### Listed entries
package fault

import (
	"boardproof/checker/units"
	"boardproof/checker/working"
)

// SubtransientReactanceFormula is X"_d.
var SubtransientReactanceFormula = working.Formula{
	ID: "fault.subtransient_reactance", Symbol: "X\"_d", Name: "subtransient reactance of the generator",
	Equation: "{x\"_d}·{U_rG}²/{S_rG}", Source: iec60909("6.6.1", recomputed),
	Range: []working.Interval{limits[units.Percentage]("x\"_d", 0.01, 1), voltageOf("U_rG"), powerOf("S_rG")},
}

// SubtransientReactance returns the subtransient reactance of a generator.
//
//	X"_d = x"_d·U_rG² / S_rG
//
// Source: IEC 60909-0 6.6.1; confirmed by own-cross-check.yaml only.
func SubtransientReactance(relative units.Percentage, rated units.Volt, rating units.VoltAmpere) (units.Ohm, error) {
	return shareOfBase(&SubtransientReactanceFormula, relative, rated, rating)
}

// GeneratorCorrectionFormula is K_G.
var GeneratorCorrectionFormula = working.Formula{
	ID: "fault.generator_correction", Symbol: "K_G", Name: "correction factor of the generator",
	Equation: "{U_n}/({U_rG}·(1 + {p_G}))·{c_max}/(1 + {x\"_d}·{sinφ_rG})", Source: iec60909("6.6.1, eq. (18)", seen),
	Range: []working.Interval{
		voltageOf("U_n"), voltageOf("U_rG"), limits[units.Percentage]("p_G", 0, 0.15), factorOf("c_max"),
		limits[units.Percentage]("x\"_d", 0.01, 1), limits[units.Ratio]("sinφ_rG", 0, 1),
	},
	Note: "p_G only if the terminal voltage differs from the rated one for long",
}

// GeneratorData is what K_G follows from, in the order of the operands.
type GeneratorData struct {
	Nominal, Rated units.Volt       // U_n of the network, U_rG of the generator
	Control        units.Percentage // p_G, lasting deviation of the terminal voltage; nought if none
	VoltageFactor  units.Ratio      // c_max
	Subtransient   units.Percentage // x"_d
	SineRated      units.Ratio      // sinφ_rG: 0.6 at a power factor of 0.8
}

// GeneratorCorrection returns the correction factor of a generator without unit transformer.
//
//	K_G = U_n/(U_rG·(1 + p_G)) · c_max/(1 + x"_d·sinφ_rG)
//
// Source: IEC 60909-0 6.6.1, seen in two published sources; confirmed by
// own-cross-check.yaml only.
func GeneratorCorrection(g GeneratorData) (units.Ratio, error) {
	f := &GeneratorCorrectionFormula
	if err := f.CheckRange(float64(g.Nominal), float64(g.Rated), float64(g.Control), float64(g.VoltageFactor), float64(g.Subtransient), float64(g.SineRated)); err != nil {
		return 0, err
	}
	voltage := float64(g.Nominal) / (float64(g.Rated) * (1 + float64(g.Control)))
	return finite[units.Ratio](f, voltage*float64(g.VoltageFactor)/(1+float64(g.Subtransient)*float64(g.SineRated)))
}

// GeneratorResistanceFormula is R_Gf.
var GeneratorResistanceFormula = working.Formula{
	ID: "fault.generator_resistance", Symbol: "R_Gf", Name: "fictitious resistance of the generator",
	Equation: "0.15·{X\"_d} for {U_rG} ≤ 1 kV", Source: iec60909("6.6.1", seen),
	Range: []working.Interval{partOf("X\"_d"), limits[units.Volt]("U_rG", 1, 1000)},
	Note:  "fitted to the decay of the d.c. component: meant for the peak; its use for I\"_k lowers the current by 1.1 %",
}

// GeneratorResistance returns the fictitious resistance of a low-voltage generator, with
// which its peak current comes out right.
//
//	R_Gf = 0.15·X"_d  for U_rG ≤ 1 kV
//
// Source: IEC 60909-0 6.6.1, seen in two published sources; confirmed by κ = 1.645 in
// testdata/iec60909/peak-and-heat.yaml.
func GeneratorResistance(subtransient units.Ohm, rated units.Volt) (units.Ohm, error) {
	f := &GeneratorResistanceFormula
	if err := f.CheckRange(float64(subtransient), float64(rated)); err != nil {
		return 0, err
	}
	return finite[units.Ohm](f, 0.15*float64(subtransient))
}

// CorrectedGeneratorResistanceFormula and CorrectedGeneratorReactanceFormula are the parts
// of Z_GK.
var (
	CorrectedGeneratorResistanceFormula = working.Formula{
		ID: "fault.corrected_generator_resistance", Symbol: "R_GK", Name: "resistance of the generator, corrected",
		Equation: "{K_G}·{R_G}", Source: iec60909("6.6.1, eq. (17)", seen),
		Range: []working.Interval{correctionOf("K_G"), partOf("R_G")},
	}
	CorrectedGeneratorReactanceFormula = working.Formula{
		ID: "fault.corrected_generator_reactance", Symbol: "X_GK", Name: "reactance of the generator, corrected",
		Equation: "{K_G}·{X\"_d}", Source: iec60909("6.6.1, eq. (17)", seen),
		Range: []working.Interval{correctionOf("K_G"), partOf("X\"_d")},
	}
)

// CorrectedGeneratorResistance returns the resistance of a generator for the largest current.
//
//	R_GK = K_G·R_G
//
// Source: IEC 60909-0 6.6.1; confirmed by own-cross-check.yaml only.
func CorrectedGeneratorResistance(factor units.Ratio, resistance units.Ohm) (units.Ohm, error) {
	return corrected(&CorrectedGeneratorResistanceFormula, factor, resistance)
}

// CorrectedGeneratorReactance returns the reactance of a generator for the largest current.
//
//	X_GK = K_G·X"_d
//
// Source: IEC 60909-0 6.6.1; confirmed by own-cross-check.yaml only.
func CorrectedGeneratorReactance(factor units.Ratio, reactance units.Ohm) (units.Ohm, error) {
	return corrected(&CorrectedGeneratorReactanceFormula, factor, reactance)
}

var multipleRange = limits[units.Multiple]("k", 0, 20)

// SustainedCurrentFormula is I_k of a generator with excitation support.
var SustainedCurrentFormula = working.Formula{
	ID: "fault.sustained_current", Symbol: "I_k", Name: "sustained short-circuit current of the generator",
	Equation: "{k}·{I_rG}", Source: working.Source{Status: "declared by the generator's maker"},
	Range: []working.Interval{multipleRange, currentOf("I_rG")},
	Note:  "after the decay of 0.1 to 0.3 s; without excitation support it may fall below the rated current",
}

// SustainedCurrent returns the current a generator holds after its decay.
//
//	I_k = k·I_rG
//
// Source: the maker's declared multiple; confirmed by own-cross-check.yaml only (3.46 kA).
func SustainedCurrent(multiple units.Multiple, rated units.Ampere) (units.Ampere, error) {
	return timesRated(&SustainedCurrentFormula, multiple, rated)
}

// ConverterCurrentFormula is the constant current of a source behind a full converter.
var ConverterCurrentFormula = working.Formula{
	ID: "fault.converter_current", Symbol: "I\"_kPF", Name: "short-circuit current of the converter",
	Equation: "{k}·{I_r}", Source: iec60909("6.9 and 7.2", fromMemory),
	Range: []working.Interval{multipleRange, currentOf("I_r")},
	Note:  "added in amount for the largest current, left out for the smallest",
}

// ConverterCurrent returns the current that an inverter feeds into a fault. It counts in
// the largest current, added in amount, and is left out of the smallest.
//
//	I"_kPF = k·I_r
//
// Source: IEC 60909-0:2016, full-size converters, from memory, unconfirmed; no published
// case.
func ConverterCurrent(multiple units.Multiple, rated units.Ampere) (units.Ampere, error) {
	return timesRated(&ConverterCurrentFormula, multiple, rated)
}

func timesRated(f *working.Formula, multiple units.Multiple, rated units.Ampere) (units.Ampere, error) {
	if err := f.CheckRange(float64(multiple), float64(rated)); err != nil {
		return 0, err
	}
	return finite[units.Ampere](f, float64(multiple)*float64(rated))
}
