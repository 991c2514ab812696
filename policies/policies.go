// Package policies is the rule library: the rules, their limits and the steps of cures, as files.
// Nothing here is Go but the embedding.
package policies

import "embed"

// Files holds the rules, limits.yaml and series.yaml. The cases beside the rules are not embedded.
//
//go:embed */*.rego limits.yaml series.yaml
var Files embed.FS

// Index is what the rule files say, read in advance by go generate ./checker/rules.
//
//go:embed index.json
var Index []byte

// BoardSchema is the JSON Schema (draft-07) of a board file, made from board.yaml by go generate
// ./checker/spec, for editors.
//
//go:embed board.schema.json
var BoardSchema []byte
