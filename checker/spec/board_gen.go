// Code generated from policies/board.yaml by go generate; DO NOT EDIT.

package spec

import "boardproof/checker/units"

// Content is what the file says of this: switchboard.
type Content struct {
	At
	State State

	// designation. The one name of the board in every output.
	Board Given[string]
	// title. What the board is and where it stands.
	Title Given[string]
	// stage of the document. Decides how much proof a claim needs. Source: common practice.
	Stage Given[Stage]
	// revision of this file. Letter or number of the issue.
	Revision Given[string]
	// tenderer. Who makes the claims of this file.
	OfferedBy Given[string]
	// code practice. Which set of codes is applied. Source: common practice.
	Practice Given[Practice]
	// editions of standards. Editions the parties agreed on.
	Editions Editions
	// basis file. Path of the file that holds what the boards of a project share.
	Basis Given[string]
	// documents. Where the values come from.
	Documents Named[Document]
	// persons responsible. Who answers for this file.
	Roles Roles
	// requirement number. Number the owner gave to the requirement.
	RequirementID Given[string]
	// counts. Counts taken from the single-line diagram; they show that nothing was left out.
	Counted Counted
	// electrical system. The system the board is connected to.
	System System
	// site. Surroundings at the place of installation.
	Site Site
	// sources. Every source that can feed the bars.
	Sources Named[Source]
	// other supplies and stored energy. What keeps parts live when the sources are off. Source: EN 50110-1 6.2
	// (from memory, unconfirmed).
	OtherSupplies Named[OtherSupply]
	// bar sections. Parts of the bars that couplers can separate.
	Sections Named[Section]
	// transfer between sources. What keeps sources apart or lets them run together.
	Transfer Transfer
	// standby motors. Motors that never run together with the others; all others count as running. Source:
	// common practice.
	Standby List[Given[Name]]
	// assembly. Ratings and construction of the whole board.
	Assembly Assembly
	// busbars. Main bars and distribution bars.
	Busbars Named[Busbar]
	// functional units. Incomers and couplers and feeders.
	Units Named[Unit]
	// taps. Every connection to bars or line side that is not a unit.
	Taps Named[Tap]
	// protective devices. Devices and settings that clear faults.
	Protection Named[ProtectiveDevice]
	// auxiliary supply. What the tripping lives on.
	AuxiliarySupply AuxiliarySupply
	// internal arc. Containment and detection and limitation of arcs.
	Arc Arc
	// work at the board. Tasks and rules for persons at the board.
	Work Work
	// evidence. Reports that show a value, circuit by circuit. Source: IEC 61439-1 Annex D.
	Evidence List[EvidenceItem]
	// routine verification. What was verified on the finished board. Source: IEC 61439-1 clause 11.
	RoutineVerification RoutineVerification
}

// Editions is what the file says of this: editions of standards.
type Editions struct {
	At
	State State

	// edition of IEC 61439-1. Year of the general rules for assemblies.
	Iec614391 Given[int]
	// edition of IEC 61439-2. Year of the part for power assemblies.
	Iec614392 Given[int]
	// edition of IEC 60664-1. Year of the insulation coordination standard.
	Iec606641 Given[int]
	// edition of IEC 60909-0. Year of the short-circuit calculation standard.
	Iec609090 Given[int]
	// edition of IEC 60865-1. Year of the standard for short-circuit effects.
	Iec608651 Given[int]
	// edition of IEC 60947-2. Year of the circuit-breaker standard.
	Iec609472 Given[int]
	// edition of IEC TR 61641. Year of the guide to internal arc tests.
	IecTr61641 Given[int]
	// edition of DGUV-I 203-077. Year of the guide to the box-test method.
	Dguv203077 Given[int]
	// edition of IEEE 1584. Year of the guide to incident energy.
	Ieee1584 Given[int]
	// edition of NFPA 70E. Year of the workplace safety standard.
	Nfpa70e Given[int]
	// edition of the NEC. Year of NFPA 70.
	Nec Given[int]
}
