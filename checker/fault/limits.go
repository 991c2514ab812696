package fault

import (
	"fmt"
	"math"

	"boardproof/checker/units"
	"boardproof/checker/working"
)

// Statuses of a source, weakest last.
const (
	seen       = "seen in published material"
	recomputed = "seen in published material and recomputed"
	fromMemory = "from memory, unconfirmed"
	identity   = "follows from the definition"
)

// iec60909 is a source in the standard this package follows.
func iec60909(clause, status string) working.Source {
	return working.Source{Standard: "IEC 60909-0", Edition: "2016", Clause: clause, Status: status}
}

// limits is the interval of an argument, both ends included.
func limits[U units.Unit](symbol string, low, high U) working.Interval {
	return working.Interval{Symbol: symbol, Low: float64(low), High: float64(high), Dimension: low.Dimension()}
}

// The intervals that many formulas share. Their ends are no limits of the standard; they
// are so wide that only a slip of a prefix falls outside, and they keep results finite.
func voltageOf(symbol string) working.Interval {
	return limits[units.Volt](symbol, 1, 550e3)
}

func powerOf(symbol string) working.Interval {
	return limits[units.VoltAmpere](symbol, 1, 100e9)
}

func currentOf(symbol string) working.Interval {
	return limits[units.Ampere](symbol, 1e-3, 1e6)
}

// partOf is a resistance or a reactance, which may be nought.
func partOf(symbol string) working.Interval {
	return limits[units.Ohm](symbol, 0, 1e6)
}

// impedanceOf is a magnitude, which may not be nought.
func impedanceOf(symbol string) working.Interval {
	return limits[units.Ohm](symbol, 1e-9, 1e6)
}

func factorOf(symbol string) working.Interval {
	return limits[units.Ratio](symbol, 0.8, 1.2)
}

func rOverXOf(symbol string) working.Interval {
	return limits[units.Ratio](symbol, 0, 1e6)
}

// finite turns a computed number into a quantity, or says that it is none.
func finite[U units.Unit](f *working.Formula, value float64) (U, error) {
	if math.IsNaN(value) || math.IsInf(value, 0) {
		return 0, fmt.Errorf("%s is not a finite number for these inputs", f.Symbol)
	}
	return U(value), nil
}
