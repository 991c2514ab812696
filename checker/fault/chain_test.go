package fault_test

import (
	"boardproof/checker/fault"
	"boardproof/checker/units"
)

// The data of the test files, and the chains of functions that turn them into impedances.

type networkData struct {
	KV     float64 `yaml:"kv"`
	MaxMVA float64 `yaml:"max_mva"`
	MinMVA float64 `yaml:"min_mva"`
	RXMax  float64 `yaml:"rx_max"`
	RXMin  float64 `yaml:"rx_min"`
	C      float64 `yaml:"c"`
	IkKA   float64 `yaml:"ik_ka"`
}

type transformerData struct {
	Count     int     `yaml:"count"`
	KVA       float64 `yaml:"kva"`
	HighKV    float64 `yaml:"high_kv"`
	LowKV     float64 `yaml:"low_kv"`
	UkPercent float64 `yaml:"uk_percent"`
	UrPercent float64 `yaml:"ur_percent"`
	LossW     float64 `yaml:"load_loss_w"`
	Uk0       float64 `yaml:"uk0_percent"`
	Ur0       float64 `yaml:"ur0_percent"`
	R0        float64 `yaml:"r0_r1"`
	X0        float64 `yaml:"x0_x1"`
}

func (d transformerData) rated() units.Volt        { return units.Volt(d.LowKV * 1e3) }
func (d transformerData) rating() units.VoltAmpere { return units.VoltAmpere(d.KVA * 1e3) }
func (d transformerData) ratio() units.Ratio {
	return must(fault.TransformationRatio(fault.RatedVoltages{High: units.Volt(d.HighKV * 1e3), Low: d.rated()}))
}

type cableData struct {
	LengthM  float64 `yaml:"length_m"`
	R20      float64 `yaml:"r20"`
	X        float64 `yaml:"x"`
	Parallel float64 `yaml:"parallel"`
	End      float64 `yaml:"end_temperature"`
	R0       float64 `yaml:"r0_r1"`
	X0       float64 `yaml:"x0_x1"`
}

type motorData struct {
	KW         float64 `yaml:"kw"`
	KV         float64 `yaml:"kv"`
	Efficiency float64 `yaml:"efficiency"`
	CosPhi     float64 `yaml:"cos_phi"`
	Starting   float64 `yaml:"starting"`
	RX         float64 `yaml:"rx"`
	Count      float64 `yaml:"count"`
}

// feeder is the network as seen through a transformation ratio.
func feeder(z units.Ohm, rx units.Ratio, ratio units.Ratio) fault.Impedance {
	x := must(fault.FeederReactance(z, rx))
	return fault.Impedance{
		Resistance: must(fault.ReferredResistance(must(fault.FeederResistance(x, rx)), ratio)),
		Reactance:  must(fault.ReferredReactance(x, ratio)),
	}
}

func feederUnstated(z units.Ohm, ratio units.Ratio) fault.Impedance {
	x := must(fault.FeederReactanceUnstated(z))
	return fault.Impedance{
		Resistance: must(fault.ReferredResistance(must(fault.FeederResistance(x, fault.FeederROverXUnstated)), ratio)),
		Reactance:  must(fault.ReferredReactance(x, ratio)),
	}
}

func (d networkData) largest(ratio units.Ratio) fault.Impedance {
	volt := units.Volt(d.KV * 1e3)
	c := must(fault.FeederVoltageFactorMax(volt))
	return feeder(must(fault.FeederImpedanceFromPower(c, volt, units.VoltAmpere(d.MaxMVA*1e6))), units.Ratio(d.RXMax), ratio)
}

func (d networkData) smallest(ratio units.Ratio) fault.Impedance {
	volt := units.Volt(d.KV * 1e3)
	c := must(fault.FeederVoltageFactorMin(volt))
	return feeder(must(fault.FeederImpedanceFromPower(c, volt, units.VoltAmpere(d.MinMVA*1e6))), units.Ratio(d.RXMin), ratio)
}

// plain is a transformer without correction.
func (d transformerData) plain() fault.Impedance {
	z := must(fault.TransformerImpedance(units.Percentage(d.UkPercent/100), d.rated(), d.rating()))
	r := must(fault.TransformerResistanceFromLoss(units.Watt(d.LossW), d.rated(), d.rating()))
	if d.UrPercent > 0 {
		r = must(fault.TransformerResistanceFromShare(units.Percentage(d.UrPercent/100), d.rated(), d.rating()))
	}
	return fault.Impedance{Resistance: r, Reactance: must(fault.TransformerReactance(fault.TransformerParts{Impedance: z, Resistance: r}))}
}

func (d transformerData) correction(c units.Ratio) units.Ratio {
	return must(fault.TransformerCorrection(c, must(fault.RelativeReactance(d.plain().Reactance, d.rating(), d.rated()))))
}

// corrected is a transformer times K_T.
func (d transformerData) corrected(c units.Ratio) fault.Impedance {
	z, k := d.plain(), d.correction(c)
	return fault.Impedance{Resistance: must(fault.CorrectedResistance(k, z.Resistance)), Reactance: must(fault.CorrectedReactance(k, z.Reactance))}
}

func (d cableData) at(temperature units.Celsius) fault.Impedance {
	if d.LengthM == 0 {
		return fault.Impedance{}
	}
	r := must(fault.LineResistance(units.OhmPerMetre(d.R20*1e-3), units.Metre(d.LengthM), units.Ratio(d.Parallel)))
	return fault.Impedance{
		Resistance: must(fault.ResistanceAtTemperature(r, temperature)),
		Reactance:  must(fault.LineReactance(units.OhmPerMetre(d.X*1e-3), units.Metre(d.LengthM), units.Ratio(d.Parallel))),
	}
}

func (d motorData) impedance() fault.Impedance {
	volt := units.Volt(d.KV * 1e3)
	power := must(fault.MotorApparentPower(units.Watt(d.KW*1e3), fault.MotorRating{Efficiency: units.Ratio(d.Efficiency), PowerFactor: units.Ratio(d.CosPhi)}))
	current := must(fault.RatedCurrent(power, volt)) * units.Ampere(max(1, d.Count))
	z := must(fault.MotorImpedance(volt, units.Multiple(d.Starting), current))
	x := must(fault.MotorReactance(z, units.Ratio(d.RX)))
	return fault.Impedance{Resistance: must(fault.MotorResistance(x, units.Ratio(d.RX))), Reactance: x}
}

func series(parts ...fault.Impedance) fault.Impedance {
	var r, x []units.Ohm
	for _, p := range parts {
		r, x = append(r, p.Resistance), append(x, p.Reactance)
	}
	return fault.Impedance{Resistance: must(fault.SeriesOhms(r...)), Reactance: must(fault.SeriesOhms(x...))}
}

func parallel(branches ...fault.Impedance) fault.Impedance {
	return fault.Impedance{Resistance: must(fault.ParallelResistance(branches...)), Reactance: must(fault.ParallelReactance(branches...))}
}

func zeroSequence(z fault.Impedance, r, x float64) fault.Impedance {
	return fault.Impedance{
		Resistance: must(fault.ZeroSequenceResistance(z.Resistance, units.Ratio(r))),
		Reactance:  must(fault.ZeroSequenceReactance(z.Reactance, units.Ratio(x))),
	}
}

func peak(z fault.Impedance, initial units.Ampere) units.Ampere {
	return must(fault.PeakCurrent(must(fault.PeakFactor(must(fault.ROverX(z)))), initial))
}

### Task to complete
Within the material, find all lines that hold the word "initial" and show them.

### Answer area
func peak(z fault.Impedance, initial units.Ampere) units.Ampere {
	return must(fault.PeakCurrent(must(fault.PeakFactor(must(fault.ROverX(z)))), initial))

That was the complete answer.